Top of Records supplied

package server

import (
	"crypto/ecdsa"
	"crypto/elliptic"
	"crypto/rand"
	"crypto/tls"
	"crypto/x509"
	"encoding/pem"
	"log/slog"
	"math/big"
	"net/http"
	"os"
	"path/filepath"
	"strings"
	"testing"
	"time"
)

// pair writes a self-signed certificate for a name, valid until then, and its key.
func pair(t *testing.T, dir, name string, until time.Time) (cert, key string) {
	t.Helper()
	k, err := ecdsa.GenerateKey(elliptic.P256(), rand.Reader)
	must(t, err)
	c := &x509.Certificate{SerialNumber: big.NewInt(time.Now().UnixNano()), DNSNames: []string{name}, NotBefore: until.Add(-100 * 24 * time.Hour), NotAfter: until}
	der, err := x509.CreateCertificate(rand.Reader, c, c, k.Public(), k)
	must(t, err)
	secret, err := x509.MarshalPKCS8PrivateKey(k)
	must(t, err)
	cert, key = filepath.Join(dir, "cert.pem"), filepath.Join(dir, "key.pem")
	must(t, os.WriteFile(cert, pem.EncodeToMemory(&pem.Block{Type: "CERTIFICATE", Bytes: der}), 0o600))
	must(t, os.WriteFile(key, pem.EncodeToMemory(&pem.Block{Type: "PRIVATE KEY", Bytes: secret}), 0o600))
	return cert, key
}

func TestCertificateFiles_AreReadAgainAndBadOnesKeepTheOld(t *testing.T) {
	dir, later := t.TempDir(), time.Now().Add(90*24*time.Hour)
	cert, key := pair(t, dir, "first.example", later)
	var said strings.Builder
	f, err := ReadCertificateFiles(cert, key, time.Now, slog.New(slog.NewTextHandler(&said, nil)))
	must(t, err)
	serves := func(want string) {
		t.Helper()
		c, err := f.certificate(&tls.ClientHelloInfo{})
		must(t, err)
		if err := c.Leaf.VerifyHostname(want); err != nil {
			t.Errorf("%v", err)
		}
	}
	serves("first.example")
	was, err := os.ReadFile(cert)
	must(t, err)
	pair(t, dir, "second.example", later.Add(time.Hour))
	serves("second.example")

	// Half of a change: the certificate of before with the key of now.
	must(t, os.WriteFile(cert, was, 0o600))
	serves("second.example")
	serves("second.example")
	if n := strings.Count(said.String(), "the one before stays in use"); n != 1 {
		t.Errorf("it was said %d times, want once:\n%s", n, said.String())
	}
	must(t, os.WriteFile(cert, []byte("nothing"), 0o600))
	serves("second.example")
	must(t, os.Remove(cert))
	serves("second.example")
	serves("second.example")
	pair(t, dir, "ended.example", time.Now().Add(-time.Hour))
	serves("second.example")
	if !strings.Contains(said.String(), "it ended on") {
		t.Errorf("nothing was said of a certificate out of date:\n%s", said.String())
	}
	pair(t, dir, "third.example", later)
	serves("third.example")
	if f.strict() {
		t.Error("a certificate no browser trusts by itself calls for HSTS")
	}
}

func TestCertificateFiles_AMissingOneIsTold(t *testing.T) {
	dir := t.TempDir()
	cert, key := pair(t, dir, "first.example", time.Now().Add(time.Hour))
	for _, files := range [][2]string{{cert, filepath.Join(dir, "no.pem")}, {key, key}, {cert, cert}} {
		if _, err := ReadCertificateFiles(files[0], files[1], time.Now, slog.New(slog.DiscardHandler)); err == nil {
			t.Errorf("%v was taken", files)
		}
	}
}

// Plain http beside a certificate's https only leads there, and only with what a browser opens.
func TestCertificateFiles_PlainLeadsToHTTPS(t *testing.T) {
	r := newRig(t, 0)
	cert, key := pair(t, t.TempDir(), "first.example", time.Now().Add(time.Hour))
	f, err := ReadCertificateFiles(cert, key, time.Now, slog.New(slog.DiscardHandler))
	must(t, err)
	public, plain := r.serveWith(Options{Certificates: f})
	req, err := http.NewRequest(http.MethodGet, "http://"+plain+"/t/K7QM2P3?a=b", nil)
	must(t, err)
	if res := r.do(browser(t), req); res.status != 307 || res.header.Get("Location") != "https://"+public+"/t/K7QM2P3?a=b" {
		t.Errorf("got %d to %q", res.status, res.header.Get("Location"))
	}
	req, err = http.NewRequest(http.MethodPost, "http://"+plain+"/exchange/push", strings.NewReader("{}"))
	must(t, err)
	if res := r.do(browser(t), req); res.status != 400 {
		t.Errorf("a POST over http: got %d, want 400", res.status)
	}
}
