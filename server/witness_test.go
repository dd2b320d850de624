package server

import (
	"strings"
	"testing"
	"time"

	"tripwell/store"
	"tripwell/store/proof"
)

func TestWitness_AHeadOnceAMonthWhichProvesItself(t *testing.T) {
	p := newPostOffice(t, "", "", false)
	b := newBureau(t, time.Date(2026, 12, 3, 8, 0, 0, 0, time.UTC))
	b.settle(t, p, store.MailPlain, "", "")
	m, _, err := b.store.MailSettings()
	must(t, err)
	b.sendDue(t.Context())
	if p.count() != 0 {
		t.Fatal("a head was sent though nobody is to get one")
	}
	m.Witnesses = []string{"records@example.com", "insurer@example.net"}
	must(t, b.store.SetMailSettings(t.Context(), m, nil))
	for range 3 {
		b.sendDue(t.Context())
		b.now = b.now.Add(10 * time.Hour)
	}
	if p.count() != 2 {
		t.Fatalf("%d messages in one month, want one for each of two witnesses", p.count())
	}
	_, text, _ := parts(t, p.taken[0])
	text = strings.ReplaceAll(text, "\r\n", "\n")
	_, rest, _ := strings.Cut(text, "\n\n")
	head, after, ok := strings.Cut(rest, "\n\nThe public key")
	if !ok {
		t.Fatalf("the message holds no head:\n%s", text)
	}
	key := strings.TrimSpace(strings.Split(after, "\n")[2])
	if _, err := proof.Open(strings.TrimRight(head, "\n")+"\n", key); err != nil {
		t.Errorf("the head in the message does not prove itself: %v\n%s\n%s", err, head, key)
	}
	if !strings.Contains(text, proof.Fingerprint(key)) {
		t.Error("the message does not name the fingerprint")
	}
	b.now = b.now.AddDate(0, 1, 0)
	p.turn("550 no such mailbox")
	b.sendDue(t.Context())
	if w, err := b.store.Witnessed(); err != nil || !strings.Contains(w.Fault, "no such mailbox") {
		t.Errorf("what the mail server said is not told: %+v %v", w, err)
	}
	p.turn("")
	b.sendDue(t.Context())
	before := p.count()
	b.now = b.now.Add(7 * time.Hour)
	b.sendDue(t.Context())
	if p.count() != before+2 {
		t.Errorf("a month that failed was not tried again: %d messages, want %d", p.count(), before+2)
	}
}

Bottom of Records supplied

▸ Task statement
List every line above containing the word "said".

▸ Reply
	var said strings.Builder
	f, err := ReadCertificateFiles(cert, key, time.Now, slog.New(slog.NewTextHandler(&said, nil)))
	if n := strings.Count(said.String(), "the one before stays in use"); n != 1 {
		t.Errorf("it was said %d times, want once:\n%s", n, said.String())
	if !strings.Contains(said.String(), "it ended on") {
		t.Errorf("nothing was said of a certificate out of date:\n%s", said.String())
		t.Errorf("what the mail server said is not told: %+v %v", w, err)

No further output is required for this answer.